Oh no, it has caught on... and any posts regarding sales, discounts and promotions will "mysteriously" end up over there anyway. 

Like THIS one!


----------



## Frankie's Girl (Aug 27, 2007)

Lowes has marked down most all of their Halloween and they were offering an in-store coupon good from 18th - 21st, $10 off $75, in store purchase (not good on clearance items and a few other brand name things, but should not be an issue if things are on sale).


----------



## Restless Acres (Apr 21, 2016)

Its posted in the Costco thread, but at least as of two days ago Costco had two awesome props at deep discount.

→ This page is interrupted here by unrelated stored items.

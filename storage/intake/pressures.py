"""IPAP above EPAP, judged after all values of one moment over the settings in force."""

from __future__ import annotations

from collections.abc import Sequence
from dataclasses import dataclass
from itertools import groupby

from core.record.entries import Entry
from core.record.instant import Instant
from core.record.knowledge import VALUE_ACTIONS, standing

ONE_PRESSURE_MODES = frozenset({"CPAP", "high-flow nasal", "off"})
_PRESSURES = ("ipap", "epap")


@dataclass(frozen=True, slots=True)
class Contradiction:
    """IPAP not above EPAP from a moment on. `seq` is the new entry to blame.

    `refused` where a new entry of that very moment makes it; otherwise a late entry contradicts what was
    already logged for later, which is worth a warning and no more.
    """

    at: Instant
    seq: int
    ipap: float
    epap: float
    refused: bool


def contradictions(entries: Sequence[Entry], first_new: int) -> list[Contradiction]:
    """The contradictions that entries with a sequence of `first_new` or more bring into an episode's record."""
    stated = [
        s.entry
        for s in standing(entries)
        if s.entry.action in VALUE_ACTIONS and s.entry.channel in (*_PRESSURES, "mode")
    ]
    stated.sort(key=lambda e: (e.at, e.seq))
    force: dict[str, Entry] = {}
    found: list[Contradiction] = []
    wrong_before = False
    for at, moment in groupby(stated, key=lambda e: e.at):
        now = list(moment)
        force.update({e.channel: e for e in now})
        wrong = _is_wrong(force)
        if wrong and (not wrong_before or _newest_pressure(now, first_new)):
            found += _blamed(at, now, force, first_new)
        wrong_before = wrong
    return found


def _is_wrong(force: dict[str, Entry]) -> bool:
    mode = force.get("mode")
    if mode is not None and mode.words in ONE_PRESSURE_MODES:
        return False
    ipap, epap = (force[k].number if k in force else None for k in _PRESSURES)
    return ipap is not None and epap is not None and ipap <= epap


def _newest_pressure(now: Sequence[Entry], first_new: int) -> Entry | None:
    new = [e for e in now if e.channel in _PRESSURES and e.seq >= first_new]
    return new[-1] if new else None


def _blamed(at: Instant, now: Sequence[Entry], force: dict[str, Entry], first_new: int) -> list[Contradiction]:
    ipap, epap = (force[k] for k in _PRESSURES)
    here = _newest_pressure(now, first_new)
    late = here or next((e for e in (*now, epap, ipap) if e.seq >= first_new), None)
    if late is None:
        return []  # the store had it before
    refused = here is not None and not _contradicted_later(here, ipap, epap)
    return [Contradiction(at, late.seq, ipap.number or 0.0, epap.number or 0.0, refused)]


def _contradicted_later(here: Entry, ipap: Entry, epap: Entry) -> bool:
    """Whether the other pressure was recorded after this one: then that was the late entry, and not this."""
    other = epap if here.channel == "ipap" else ipap
    return other.at < here.at and other.recorded_at > here.recorded_at
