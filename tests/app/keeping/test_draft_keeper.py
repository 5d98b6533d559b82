"""What was being typed when a program ended is back on the line; what another window types stays its own."""

import json
import sys
from functools import partial

import pytest

from app.keeping.preferences import Preferences
from app.session.clock import still
from app.session.model import SessionModel
from app.session.runner import Runner
from app.session.state import Session
from app.strip.log_strip import LogStrip
from app.window.main import MainWindow
from storage.store import Store
from tests.support.crashing import crash_while
from tests.support.open_window import NOW, ZONE, make_store, open_window, settled, until

TYPED = """
def typed():
    if not window.feed.is_ready:
        return
    if not window.strip.line.text():
        window.select("bed-3")
        window.strip.set_text("22/6 3")
    elif window.keeping.drafts._kept and not window.model.runner.is_busy:
        os._exit(9)  # as a crash ends it: nothing is closed
"""


def drafts(path):
    with Store.open(path, read_only=True) as store:
        return {n: json.loads(t) for n, t in store.drafts().items()}


@pytest.mark.skipif(sys.platform == "win32", reason="ends a program as POSIX does")
def test_what_is_put_back_is_read_in_the_unit_of_this_window(qtbot, tmp_path, monkeypatch):
    path = make_store(tmp_path / "ward.luffmark")
    crash_while(TYPED.replace("22/6 3", "ph 7.30 co2 8.1"), path)
    units, of_strip = set(), LogStrip.set_patient

    def heard(strip, record, label, zone, gas_unit, **more):
        units.update({gas_unit} if record is not None else set())
        of_strip(strip, record, label, zone, gas_unit, **more)

    monkeypatch.setattr(LogStrip, "set_patient", heard)
    with open_window(qtbot, path, preferences=Preferences(cautions_seen=True, gas_unit="kPa")) as window:
        until(qtbot, lambda: window.strip.line.text() == "ph 7.30 co2 8.1")
        until(qtbot, lambda: "8.1 kPa" in window.strip.plain())
        assert units == {"kPa"}  # at no moment another


@pytest.mark.skipif(sys.platform == "win32", reason="ends a program as POSIX does")
def test_a_line_that_was_being_typed_outlives_a_crash(qtbot, tmp_path):
    path = make_store(tmp_path / "ward.luffmark")
    crash_while(TYPED, path)
    kept = drafts(path)
    assert [d["line"] for d in kept.values()] == ["22/6 3"]
    with open_window(qtbot, path) as window:
        until(qtbot, lambda: window.strip.line.text() == "22/6 3")
        assert window.strip.patient == "bed-3"
        assert "Bed 3" in window.keeping.notices.plain()
        assert "nothing of it is recorded" in window.keeping.notices.plain()
        settled(qtbot, window)
        assert len(drafts(path)) == 1  # this window's own now
        window.keeping.notices.seen.click()
        assert not window.keeping.notices.isVisible()
        window.strip.leave()
        settled(qtbot, window)
        assert drafts(path) == {}


def test_what_another_window_types_stays_its_own(qtbot, tmp_path):
    path = make_store(tmp_path / "ward.luffmark")
    with open_window(qtbot, path) as first:
        first.strip.set_text("22/6 3")
        first.keeping.drafts.keep()
        settled(qtbot, first)
        second = MainWindow(Preferences(cautions_seen=True))
        qtbot.addWidget(second)
        second.show()
        session = Session(path, zone=ZONE, clock=still(NOW), person="CD")
        second.show_model(SessionModel(session, Runner(partial(Store.open, path)), second))
        until(qtbot, lambda: second.feed.is_ready and not second.model.runner.is_busy)
        assert second.strip.line.text() == ""
        assert len(drafts(path)) == 1
        second.close()
        assert len(drafts(path)) == 1


def test_a_recorded_line_leaves_no_draft_and_a_closed_window_keeps_its_line(qtbot, tmp_path):
    path = make_store(tmp_path / "ward.luffmark")
    with open_window(qtbot, path) as window:
        window.strip.set_text("rr 24")
        window.keeping.drafts.keep()
        settled(qtbot, window)
        assert len(drafts(path)) == 1
        window.strip.line.returnPressed.emit()
        settled(qtbot, window)
        assert drafts(path) == {}
        window.strip.set_text("rr 2")
    assert [d["line"] for d in drafts(path).values()] == ["rr 2"]
    with open_window(qtbot, path) as window:
        until(qtbot, lambda: window.strip.line.text() == "rr 2")
        window.strip.leave()
        settled(qtbot, window)
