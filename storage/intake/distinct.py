"""Which rows are of one kind: by slots instead of by sorting, since a block holds few kinds and many rows."""

from __future__ import annotations

from collections.abc import Sequence

import numpy as np
from numpy.typing import NDArray

from storage.intake.byte_fields import ByteFields, Offsets, Words

_MIX = np.uint64(0x9E3779B97F4A7C15)
_BITS = 14
_SHIFT = np.uint64(64 - _BITS)
_FEW = 2_000
_FOLD = np.uint64(29)


def slots(words: Words, bits: int = _BITS) -> Offsets:
    """A slot of `2 ** bits` for each word; equal words get equal slots, others seldom do."""
    found: Offsets = ((words * _MIX) >> np.uint64(64 - bits)).astype(np.int64)
    return found


def kinds(words: Words) -> tuple[Offsets, Offsets]:
    """The distinct words, shape (n,): a row of each, and for each row which of them it is.

    >>> first, which = kinds(np.array([7, 9, 7], np.uint64))
    >>> sorted(first.tolist()) in ([0, 1], [1, 2]), bool(which[0] == which[2] != which[1])
    (True, True)
    """
    if words.size < _FEW:
        _values, first, which = np.unique(words, return_index=True, return_inverse=True)
        return first, which
    slot = slots(words)
    held = np.full(1 << _BITS, -1, np.int64)
    held[slot] = np.arange(words.size)
    used = np.flatnonzero(held >= 0)
    number = np.empty(1 << _BITS, np.int64)
    number[used] = np.arange(used.size)
    first, which = held[used], number[slot]
    other = np.flatnonzero(words[first[which]] != words)  # two words in one slot
    if other.size:
        _values, more, of = np.unique(words[other], return_index=True, return_inverse=True)
        which[other] = first.size + of
        first = np.concatenate((first, other[more]))
    return first, which


def groups(fields: ByteFields, columns: Sequence[int], rows: Offsets) -> list[Offsets]:
    """The places in `rows` of each group of rows that have equal fields in some columns."""
    if rows.size == 0:
        return []
    mixed = np.zeros(rows.size, np.uint64)
    parts: list[Words] = []
    for column in columns:
        length = fields.length[column, rows].astype(np.uint64)
        for part in range(fields.parts(column, rows)):
            word = fields.word(column, part, rows)
            parts.append(word)
            mixed = (mixed ^ word) * _MIX
            mixed ^= mixed >> _FOLD
        mixed = (mixed ^ length) * _MIX
    first, which = kinds(mixed)
    if first.size == 1 and all((word == word[0]).all() for word in parts):
        return [np.arange(rows.size)]
    same = np.ones(rows.size, np.bool_)
    for word in parts:  # equal mixes are not yet equal fields
        same &= word == word[first][which]
    counts = np.bincount(which, minlength=first.size)
    small: NDArray[np.uint16] | Offsets = which.astype(np.uint16) if first.size < 1 << 16 else which
    order = np.argsort(small, kind="stable")
    made = [places[same[places]] for places in np.split(order, np.cumsum(counts)[:-1])]
    return made if same.all() else made + _by_text(fields, columns, rows, np.flatnonzero(~same))


def _by_text(fields: ByteFields, columns: Sequence[int], rows: Offsets, places: Offsets) -> list[Offsets]:
    """Groups of the few rows whose mix is that of other fields."""
    found: dict[tuple[str, ...], list[int]] = {}
    for place in places.tolist():
        row = int(rows[place])
        found.setdefault(tuple(fields.text(row, c) for c in columns), []).append(place)
    return [np.array(some, np.int64) for some in found.values()]
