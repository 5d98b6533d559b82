"""What a handover sheet says, as shapes with every word ready: one page for the ward, one per episode."""

from __future__ import annotations

from dataclasses import dataclass

from app.sheet.chart_data import ShiftChart
from app.sheet.gas_table import GasRow

CAUTION = (
    "Supports and never replaces clinical judgement. It is no alarm and no monitor. Local policy and licensed "
    "practice come first. Sources marked 'from memory' or 'common practice' are to be confirmed locally."
)
Fact = tuple[str, str]


@dataclass(frozen=True, slots=True)
class FlagLine:
    """One flag: its tier, its head on one line, its evidence, and where the marker comes from."""

    tier: str
    head: str
    evidence: str
    source: str
    is_open: bool
    is_strongest: bool = True


@dataclass(frozen=True, slots=True)
class ChangeLine:
    """One change of the shift: when, what, and what it did in words."""

    at: str
    what: str
    response: str
    verdict: str = ""


@dataclass(frozen=True, slots=True)
class WardRow:
    """One episode on the ward's page. `tier` is its strongest open flag's, or "" for none."""

    number: int
    label: str
    who: str
    tier: str
    state: str
    change_of_state: str
    support: str
    response: str
    flags: tuple[str, ...]
    remarks: str
    due: str
    limits: str
    ended: bool = False
    action: str = ""
    """What is planned and who was told, where something is to be done; "" elsewhere."""
    sign: str = ""
    """The verdict that its sign shows: never a better that hides a relapse."""

    @property
    def is_grave(self) -> bool:
        """Whether the response is to be read as strongly as the state."""
        return self.sign in ("worse", "mixed")


@dataclass(frozen=True, slots=True)
class WardPage:
    """The page for the ward."""

    title: str
    shift: str
    see_first: str
    rows: tuple[WardRow, ...]
    due: tuple[str, ...]
    missing: tuple[str, ...]
    skin: str = ""
    """All checks of the skin that are due, in one line."""
    quiet: str = ""
    """That nothing was logged for any episode since a moment well before the shift's end; "" elsewhere."""


@dataclass(frozen=True, slots=True)
class EpisodePage:
    """The page of one episode."""

    label: str
    subtitle: str
    place: int
    tier: str
    standing: str
    facts: tuple[Fact, ...]
    settings: str
    changes: tuple[ChangeLine, ...]
    chart: ShiftChart
    gases: tuple[GasRow, ...]
    leak: str
    flags: tuple[FlagLine, ...]
    due: tuple[str, ...]
    care: tuple[Fact, ...]
    told: tuple[str, ...]
    plan: str
    jobs: str
    remark: str
    to_check: tuple[str, ...]
    left_out_changes: int = 0
    left_out_gases: int = 0
    left_out_flags: int = 0
    left_out_checks: int = 0
    left_out_evidence: int = 0


@dataclass(frozen=True, slots=True)
class SheetContent:
    """A whole handover, its foot lines and who gives and takes it ("" leaves a line to sign)."""

    ward: WardPage
    episodes: tuple[EpisodePage, ...]
    head: str
    printed: str
    given_by: str = ""
    taken_by: str = ""
    caution: str = CAUTION
    gas_unit: str = "mmHg"
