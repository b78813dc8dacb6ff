"""Error bars of whole runs cover what is true about as often as they should."""

from __future__ import annotations

import sys
from dataclasses import replace
from pathlib import Path

import pytest

sys.path.append(str(Path(__file__).parent.parent.parent / "tools"))

from error_bar_cases.cases import CASES, Case
from error_bars import LEAST, answered, covered, whole

from driftwell.answers.answer import Answer

SEEDS = 16
Runs = list[list[Answer]]


@pytest.fixture(scope="module")
def flight() -> tuple[Case, Runs]:
    """A thermal cloud in free flight, and what its runs say."""
    case = next(case for case in CASES if case.name == "flight")
    return case, answered(case, SEEDS)


def test_bars_of_independent_charges_cover_what_they_should(flight: tuple[Case, Runs]) -> None:
    """Of 112 answers 68 %, within three standard deviations of that count."""
    found = list(covered(*flight))
    assert {SEEDS} == {each.seeds for each in found}
    assert all(each.known for each in found)
    assert 0.54 < whole(found) < 0.82
    assert all(0.6 < each.scatter < 1.5 and abs(each.bias) < 0.8 for each in found)


def test_bars_half_as_wide_are_found_out(flight: tuple[Case, Runs]) -> None:
    """A bar of half a standard deviation covers 38 %."""
    case, runs = flight
    halved = [[replace(each, error=0.5 * float(each.error or 0.0)) for each in run] for run in runs]
    assert whole(list(covered(case, halved))) < LEAST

Both a huge animated tombstone (with candles, a raven) and a lifesize looming phantom were each $50, free shipping. You may have to register online and pay $5 (or 5%, not sure) if not a Costco member, but small price to pay. These are the best online deals I have seen this year. The only two props I actually wanted from Costco.


----------



## Jottle (Aug 17, 2006)

50% off select halloween at Grandin Road for the next 13hrs. Code: XXW36311
No free shipping, unfortunately. So it matches their other deeper discount promotion that they tend to run (30% off and free ship)


----------



## Restless Acres (Apr 21, 2016)

Currently, Party City has (online) 25% off entire order (I think) plus Free Shipping, AND they have knocked down the prices (from a little to a significant amount) on a number of props, including some I would buy.


----------



## Restless Acres (Apr 21, 2016)

CVS has everything (at least in store) 33% off. They have some nice interior animatronics. 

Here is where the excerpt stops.